Apply AI to handle incoming automated requests by parsing generated content and turning it into precise API calls. A common example: tenders or RFQs arrive as emails with PDF/Word attachments; the goal is to parse the message and documents, extract product lines, map them to your catalog, and automatically create Opportunities and Line Items in systems like Salesforce.

The Phased AI Solution

  • Extract Products

    → AI identifies and pulls product names, specifications, and quantities from tender documents. → Proves the core ability to read complex text.

  • Map Products

    → Matches extracted names to the official product catalog. → Translates customer terminology into internal product codes/SKUs.

  • Create Quotes

    → Generates an automated quote based on the mapped products. → Depends entirely on the success of the first two phases.

Two-step approach

  • Step 1: Document Processing • Convert tender documents (PDFs/Word) and email bodies into a structured digital format (JSON). • This creates a foundation of clean, searchable, and structured data.
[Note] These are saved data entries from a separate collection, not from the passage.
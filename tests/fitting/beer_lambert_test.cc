#include "fitting/beer_lambert.h"

#include <cmath>
#include <limits>
#include <stdexcept>

#include <gtest/gtest.h>

#include "fitting/units.h"

namespace ratewell {
namespace {

// Closed-form products and quotients of a few doubles: agreement to a few
// units in the last place.
constexpr double kClosedFormRelative = 1e-14;

void ExpectRelativeNear(double actual, double expected, double relative) {
  EXPECT_NEAR(actual, expected, relative * std::fabs(expected))
      << "actual " << actual << " expected " << expected;
}

TEST(BeerLambert, HandbookConstantsHaveTheirPublishedValues) {
  // Horecker & Kornberg 1948: ε340(NADH) = 6220 M⁻¹cm⁻¹.
  EXPECT_EQ(kNadhEpsilon340PerMolarCm, 6220.0);
  // NC-IUB 1979: 1 U = 1 µmol/min; 1 kat = 1 mol/s = 6e7 U.
  EXPECT_EQ(kMicromolePerMinutePerUnit, 1.0);
  EXPECT_EQ(kUnitsPerKatal, 6.0e7);
  // 1 mol/s = 1e6 µmol per (1/60) min, computed from the definitions.
  EXPECT_EQ(kUnitsPerKatal, 1.0e6 * 60.0);
  // Water peak: k ≈ 0.18 per cm near 25 °C (common practice, from memory).
  EXPECT_EQ(kWaterPeakAbsorbancePerCm, 0.18);
}

TEST(BeerLambert, NadhAbsorbanceOf0622In1CmIs100Micromolar) {
  // Horecker & Kornberg 1948: ε340 = 6220 M⁻¹cm⁻¹, so A = 0.622 in 1 cm is
  // 0.622 / 6220 M = 1.0e-4 M = 100 µM.
  ExpectRelativeNear(AbsorbanceToMolar(0.622, 6220.0, 1.0), 1.0e-4, kClosedFormRelative);
  ExpectRelativeNear(AbsorbanceToMicromolar(0.622, 6220.0, 1.0), 100.0, kClosedFormRelative);
  // The same absorbance over half the path is twice the concentration.
  ExpectRelativeNear(AbsorbanceToMicromolar(0.622, 6220.0, 0.5), 200.0, kClosedFormRelative);
  // 200 µL in a 0.32 cm² well: l = 0.625 cm; 100 µM gives A = 0.38875.
  ExpectRelativeNear(MicromolarToAbsorbance(100.0, 6220.0, 0.625), 0.38875,
                     kClosedFormRelative);
}

TEST(BeerLambert, AbsorbanceAndConcentrationAreInverses) {
  for (double uM : {0.5, 12.0, 150.0, 333.3}) {
    for (double cm : {0.3, 0.55, 1.0}) {
      const double a = MicromolarToAbsorbance(uM, kNadhEpsilon340PerMolarCm, cm);
      ExpectRelativeNear(AbsorbanceToMicromolar(a, kNadhEpsilon340PerMolarCm, cm), uM,
                         kClosedFormRelative);
    }
  }
  EXPECT_EQ(AbsorbanceToMicromolar(0.0, 6220.0, 1.0), 0.0);
}

TEST(BeerLambert, ConsumedSpeciesGivesANegativeFactorSoProductIsPositive) {
  AssaySettings::Detection nadh;  // consumed, ε 6220, one per turnover
  const double factor = ProductMicromolarPerAbsorbance(nadh, 1.0);
  // −1e6 / (6220 · 1 · 1) µM per absorbance unit.
  ExpectRelativeNear(factor, -1.0e6 / 6220.0, kClosedFormRelative);
  // A340 falling by 0.0622 in 1 cm: 10 µM NADH oxidised = 10 µM product
  // (Horecker & Kornberg 1948 ε).
  ExpectRelativeNear(factor * (0.9 - 0.9622), 10.0, kClosedFormRelative);
}

TEST(BeerLambert, FormedSpeciesGivesAPositiveFactor) {
  AssaySettings::Detection formed;
  formed.direction = DetectionDirection::kFormed;
  const double factor = ProductMicromolarPerAbsorbance(formed, 0.625);
  ExpectRelativeNear(factor, 1.0e6 / (6220.0 * 0.625), kClosedFormRelative);
  EXPECT_GT(factor * 0.1, 0.0);
}

TEST(BeerLambert, TwoMoleculesPerTurnoverHalveTheProduct) {
  AssaySettings::Detection one;
  AssaySettings::Detection two;
  two.per_turnover = 2.0;
  ExpectRelativeNear(ProductMicromolarPerAbsorbance(two, 0.8),
                     0.5 * ProductMicromolarPerAbsorbance(one, 0.8), kClosedFormRelative);
  // −1e6 / (ε · l · per_turnover) with ε = 6317, l = 0.55, 2 per turnover.
  AssaySettings::Detection other;
  other.epsilon_per_M_cm = 6317.0;
  other.per_turnover = 2.0;
  ExpectRelativeNear(ProductMicromolarPerAbsorbance(other, 0.55),
                     -1.0e6 / (6317.0 * 0.55 * 2.0), kClosedFormRelative);
}

TEST(BeerLambert, RateInAVolumeIsAnAmountPerMinuteInUnits) {
  // µM/min = µmol/(L·min); 1000 µM/min in 1 mL (1e-3 L) is 1 µmol/min = 1 U
  // (NC-IUB 1979: 1 U = 1 µmol/min).
  ExpectRelativeNear(MicromolePerMinute(1000.0, 1000.0), 1.0, kClosedFormRelative);
  // 5 µM/min in a 200 µL well: 5e-6 mol/L/min × 2e-4 L = 1e-9 mol/min = 1e-3 µmol/min.
  ExpectRelativeNear(MicromolePerMinute(5.0, 200.0), 1.0e-3, kClosedFormRelative);
}

TEST(BeerLambert, SpecificActivityIsUnitsPerMilligramOfEnzyme) {
  // 10 µM/min with enzyme at 0.001 mg/mL: in 1 mL, 0.01 µmol/min = 0.01 U made
  // by 0.001 mg of enzyme, so 10 U/mg (1 U = 1 µmol/min, NC-IUB 1979).
  ExpectRelativeNear(UnitsPerMilligram(10.0, 0.001), 10.0, kClosedFormRelative);
  // The same from amount per minute in an arbitrary volume divided by the mass there.
  const double volume_uL = 180.0;
  const double mg_in_well = 0.0004 * volume_uL * 1e-3;  // mg/mL × mL
  ExpectRelativeNear(UnitsPerMilligram(2.7, 0.0004),
                     MicromolePerMinute(2.7, volume_uL) / mg_in_well, kClosedFormRelative);
}

TEST(BeerLambert, TurnoverNumberIsPerSecondPerEnzymeMolecule) {
  // 30 µM/min with 5 nM = 0.005 µM enzyme: 6000 per minute = 100 per second.
  ExpectRelativeNear(TurnoverPerSecond(30.0, 5.0), 100.0, kClosedFormRelative);
  // A 1 µM/min rate with 1 µM enzyme: 1/60 s⁻¹.
  ExpectRelativeNear(TurnoverPerSecond(1.0, 1000.0), 1.0 / 60.0, kClosedFormRelative);
}

TEST(BeerLambert, EnzymeNanomolarFromMassConcentration) {
  // 0.0002 mg/mL = 0.0002 g/L of a 52000 g/mol protein = 3.846e-9 M.
  ExpectRelativeNear(EnzymeNanomolar(0.0002, 52000.0), 3.8461538461538463, kClosedFormRelative);
  // 1 mg/mL of a 50 kDa protein is 20 µM = 20000 nM.
  ExpectRelativeNear(EnzymeNanomolar(1.0, 50000.0), 20000.0, kClosedFormRelative);
  AssaySettings::Enzyme enzyme;
  enzyme.mg_per_mL = 0.0002;
  enzyme.molar_mass_Da = 52000.0;
  ExpectRelativeNear(*enzyme.Nanomolar(), EnzymeNanomolar(0.0002, 52000.0), kClosedFormRelative);
}

TEST(BeerLambert, SpecificActivityAndTurnoverAgreeThroughMolarMass) {
  // A molar mass of M g/mol is M mg/mmol, so U/mg × M = µmol·min⁻¹·mmol⁻¹
  // = 1e-3 min⁻¹, and kcat [s⁻¹] = (U/mg) × M / 1000 / 60.
  const double rate = 4.2;
  const double mg_per_mL = 0.0005;
  const double molar_mass = 61000.0;
  const double units_per_mg = UnitsPerMilligram(rate, mg_per_mL);
  const double kcat = TurnoverPerSecond(rate, EnzymeNanomolar(mg_per_mL, molar_mass));
  ExpectRelativeNear(kcat, units_per_mg * molar_mass / 60.0 / 1000.0, kClosedFormRelative);
}

TEST(BeerLambert, KatalAndUnitsConvert) {
  // NC-IUB 1979: 1 kat = 6e7 U; 1 U = 16.67 nkat.
  EXPECT_EQ(KatalToUnits(1.0), 6.0e7);
  EXPECT_EQ(UnitsToKatal(6.0e7), 1.0);
  ExpectRelativeNear(UnitsToKatal(1.0) * 1e9, 16.666666666666668, kClosedFormRelative);
}

TEST(BeerLambert, NonPositiveArgumentsThrowRatherThanGiveNaN) {
  const double nan = std::numeric_limits<double>::quiet_NaN();
  EXPECT_THROW(AbsorbanceToMicromolar(0.5, 0.0, 1.0), std::invalid_argument);
  EXPECT_THROW(AbsorbanceToMicromolar(0.5, 6220.0, -1.0), std::invalid_argument);
  EXPECT_THROW(AbsorbanceToMolar(0.5, nan, 1.0), std::invalid_argument);
  EXPECT_THROW(MicromolarToAbsorbance(5.0, 6220.0, 0.0), std::invalid_argument);
  AssaySettings::Detection detection;
  detection.per_turnover = 0.0;
  EXPECT_THROW(ProductMicromolarPerAbsorbance(detection, 1.0), std::invalid_argument);
  EXPECT_THROW(ProductMicromolarPerAbsorbance(AssaySettings::Detection(), nan),
               std::invalid_argument);
  EXPECT_THROW(UnitsPerMilligram(1.0, 0.0), std::invalid_argument);
  EXPECT_THROW(TurnoverPerSecond(1.0, -5.0), std::invalid_argument);
  EXPECT_THROW(EnzymeNanomolar(0.001, 0.0), std::invalid_argument);
  EXPECT_THROW(MicromolePerMinute(1.0, 0.0), std::invalid_argument);
  try {
    AbsorbanceToMicromolar(0.5, 6220.0, 0.0);
    ADD_FAILURE() << "no exception";
  } catch (const std::invalid_argument& error) {
    EXPECT_NE(std::string(error.what()).find("pathlength_cm"), std::string::npos);
  }
}

}  // namespace
}  // namespace ratewell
  • Step 2: Intelligent Extraction • Feed the JSON into a prompt template and then to an LLM. • Use a specialized prompt with detailed instructions to guide the model. • Extract specific product information with high accuracy.

Use case and scope

  • Inputs: RFC-822 email (MIME) and attachments (PDF/Docx), languages such as English/German.

  • Entities: Product mentions (name/spec/qty/unit/packaging/standards), optional price.

  • Outputs: Structured JSON for extracted items; mapped SKUs with confidence; API payload for CRM.

  • Targets: CRM objects such as Salesforce (Account/Contact, Opportunity, OpportunityLineItem, Files/Notes) or other CRMs via an adapter.

  • Users: Sales Ops/Bid Desk; optional human-in-the-loop for low-confidence lines.

Architecture (POC)

  • Ingest: webhook/IMAP/SES → queue → worker.

  • Parsing: text + tables; OCR for scanned PDFs.

  • LLM extraction: JSON-only mode, validated by schema.

  • Catalog mapping: hybrid search (lexical + embeddings) + rules and unit constraints.

  • Review: approve/correct low-confidence items.

  • Integration: create CRM records via REST/Composite API with retries.

  • Observability: logs, metrics, costs, drift.

Data flow and contracts

  • Input: email body and attachments.

  • Intermediate: structured JSON from parsing (Step 1) and refined JSON from LLM (Step 2).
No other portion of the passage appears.